Речь зашла о занятости Романа Кирилловича в Париже… Трое суток, что потихоньку добирались Платон с отцом Филиппом до столицы, длились и длились разговоры… Ночная эта дорога, дневные эти разговоры в темноте укрытий, гречневые блины и кальвадос, изумительным теплом наполняющий жилы, снимая усталость… Отчего все это в столь мельчайших подробностях всплыло теперь, какой ключ к сегодняшнему дню таят в себе воспоминания?
"Я задержался со своим обещаньем, - молвил на прощанье аббат. Но дед ваш скоро получит все свои мессы, будьте покойны, принц!"
"Я не прощаюсь с вами навек, дорогой отец, - ответил Платон. - Двадцать лет путешествия были русским заказаны без крайней на то необходимости. Но теперь устанавливается мир".

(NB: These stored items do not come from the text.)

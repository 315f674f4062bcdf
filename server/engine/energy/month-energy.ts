import type { HouseShell } from "../balance/house-losses.ts";
import type { OutsideHour } from "../balance/surface-model.ts";
import { representativeDays } from "../climate/representative-days.ts";
import type { MonthEnergy } from "../plan/plan-types.ts";
import { runTypicalDay } from "./day-run.ts";
import { EnergySum } from "./energy-sum.ts";
import type { MonthSun } from "./month-sun.ts";
import { type RoomAir, roomHours } from "./room-hours.ts";
import { type ShellResponse, shellResponse } from "./shell-response.ts";

/** Everything a month's energy is worked out from. */
export interface MonthEnergyInput {
  shell: HouseShell;
  days: number;
  meanTempC: number;
  dailySpreadK: number;
  dailyRangeK: number;
  /** Weather of an hour by its outdoor temperature, without snow. */
  outsideAt(airTempC: number): OutsideHour;
  sun: MonthSun;
  nightSetpointC: number;
  daySetpointC: number;
  /** The screen is shut in the hours without sun. */
  screenByNight: boolean;
  /** Share of the sun in the room that warms it. */
  sensibleShareFrac: number;
  /** Lamp heat in the room while lit, W, and hours a day. */
  lampHeatW: number;
  lampHours: number;
  air: RoomAir;
  stockSensibleW(insideTempC: number): number;
  /** Vents open this far above the day set-point, K. */
  ventAboveK: number;
  floorAreaM2: number;
  /** Infinity where no heater is fitted, so that the need is shown. */
  heaterLimitW: number;
  insideDewPointC: number;
}

/** Number of temperature classes and the brightness of days around the mean, which keep mean and energy. Source [CLOUDDAYS]. */
const TEMPERATURE_CLASSES = 5;
const BRIGHTNESS = [
  { factor: 0.4, weight: 0.25 },
  { factor: 1, weight: 0.5 },
  { factor: 1.6, weight: 0.25 },
] as const;

/** Heat of the floor's top layer and how it is tied to the air. Source [SOILMASS]. */
const FLOOR_HEAT_JM2K = 2.2e5;
const FLOOR_COUPLING_WM2K = 6;

/**
 * Energy of a month from typical days: classes of temperature × brightness × 24 hours, one mass node, the heater's limit.
 * Shape: month → kWh by path, hours, hourly means. Losses equal heater plus useful gains to 1 % (what the floor still holds
 * at midnight is left out). Source [ISO13790], [CLOUDDAYS], [SOILMASS].
 */
export function monthEnergy(input: MonthEnergyInput): MonthEnergy {
  const reachK = 2 * input.dailySpreadK + input.dailyRangeK / 2 + 1;
  const probes = [-reachK, 0, reachK].map((byK) => input.outsideAt(input.meanTempC + byK)) as [
    OutsideHour,
    OutsideHour,
    OutsideHour,
  ];
  const responses = monthResponses(input, probes);
  const mass = {
    capacityJK: FLOOR_HEAT_JM2K * input.floorAreaM2,
    couplingWK: FLOOR_COUPLING_WM2K * input.floorAreaM2,
  };
  const sum = new EnergySum(input.insideDewPointC);
  const days = representativeDays(
    input.meanTempC,
    input.dailySpreadK,
    input.dailyRangeK,
    TEMPERATURE_CLASSES,
  );
  for (const day of days)
    for (const { factor, weight } of BRIGHTNESS) {
      const hours = roomHours(input, responses, day.hourlyTempC, factor);
      const results = runTypicalDay(hours, mass, input.heaterLimitW);
      sum.addDay(hours, results, day.weight * weight * input.days);
    }
  return sum.result(input.days);
}

/** Set-points this near to each other share one response, K: its loss is straight in the inside temperature that far. */
const SHARED_WITHIN_K = 5;

/** Without a screen and with like set-points, night and day differ by nothing the response does not hold itself. */
function monthResponses(
  input: MonthEnergyInput,
  probes: readonly [OutsideHour, OutsideHour, OutsideHour],
): Responses {
  const { nightSetpointC, daySetpointC, shell } = input;
  if (!input.screenByNight && Math.abs(nightSetpointC - daySetpointC) <= SHARED_WITHIN_K) {
    const both = shellResponse(shell, (nightSetpointC + daySetpointC) / 2, probes, "open", true);
    return { night: both, day: both };
  }
  return {
    night: shellResponse(shell, nightSetpointC, probes, input.screenByNight ? "shut" : "open", false),
    day: shellResponse(shell, daySetpointC, probes, "open", true),
  };
}

export interface Responses {
  night: ShellResponse;
  day: ShellResponse;
}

Да, хотелось бы, очень хотелось бы вновь повидать семью Морван! Уж тринадцать лет минуло с тех пор, а он так и не собрался! А ведь есть же, сказывают, на свете люди, что вольны распоряжаться своим временем!
Глава X
Поняв, что не ошиблась, что вправду видит Арсения Медынцева, Прасковья Филипповна метнулась с балкона в студию. Что ему нужно, Господи, что ему только здесь нужно?! Персты так неуклюже рванули с головы холстинковый чепец, что волоса рассыпались по плечам. И поделом ей, не все ль одно - увидит ли он ее в безобразном рабочем уборе или красиво причесанною? Какая после всего-то, что было, разница? Словно лишившись вдруг сил или воли, она сама не могла понять, чего, Панна застыла посреди горницы, беспомощно уронив руки.
- Барыня, - в студию осторожно вторгся старый Нил, единственный лакей в доме. - Сосед, Арсений Сергеевич, из столиц прибывши-с. Спрашивают. Прикажете принять?
- Проси… - Панна пыталась унять зачастившее сердце. - Проси в гостиную. Я выйду.
Скинув на пол испещренную разномастными пятнами блузу, она кое-как собрала волоса в простой греческий узел. Сойдет и домашнее платье. Воспоминание о бурях молодости мучительно теперь, в тридцать лет, когда все уже позади. Что же, она вытерпит и это - живое воспоминание, воспоминание во плоти, воспоминание непереносимо родное и близкое.
В гостиную она спустилась уже спокойной.
Арсений сидел у окна, за старою шахматной доской. Пальцы его бесцельно теребили черного коня. За минувшее лето лицо его неприлично загорело, а волоса совсем высветлились. Загар вызвал к жизни проклятие его отроческих лет - россыпь веснушек, кои он когда-то самозабвенно выводил. В партикулярном наряде, с иголочки новеньком, сейчас, когда нельзя было определить его чина, он казался совсем юным. И сие обстоятельство больно кольнуло Прасковию за тот короткий миг, покуда Арсений не вскочил еще ей навстречу.
- Прошу прощения… госпожа Тугарина… Прасковья Филипповна, - сбивчиво, но без смущения произнес он. - Вы так неслышно вошли. Я чуть не позабыл, как бесшумно вы ступаете.
- Мне надобно извиняться, я по домашнему, - ей тоже оказалось не так уж сложно заглянуть в его глаза. - Страда нынче поздняя, захлопоталась. Вы, я чаю, не надолго в нашу глушь?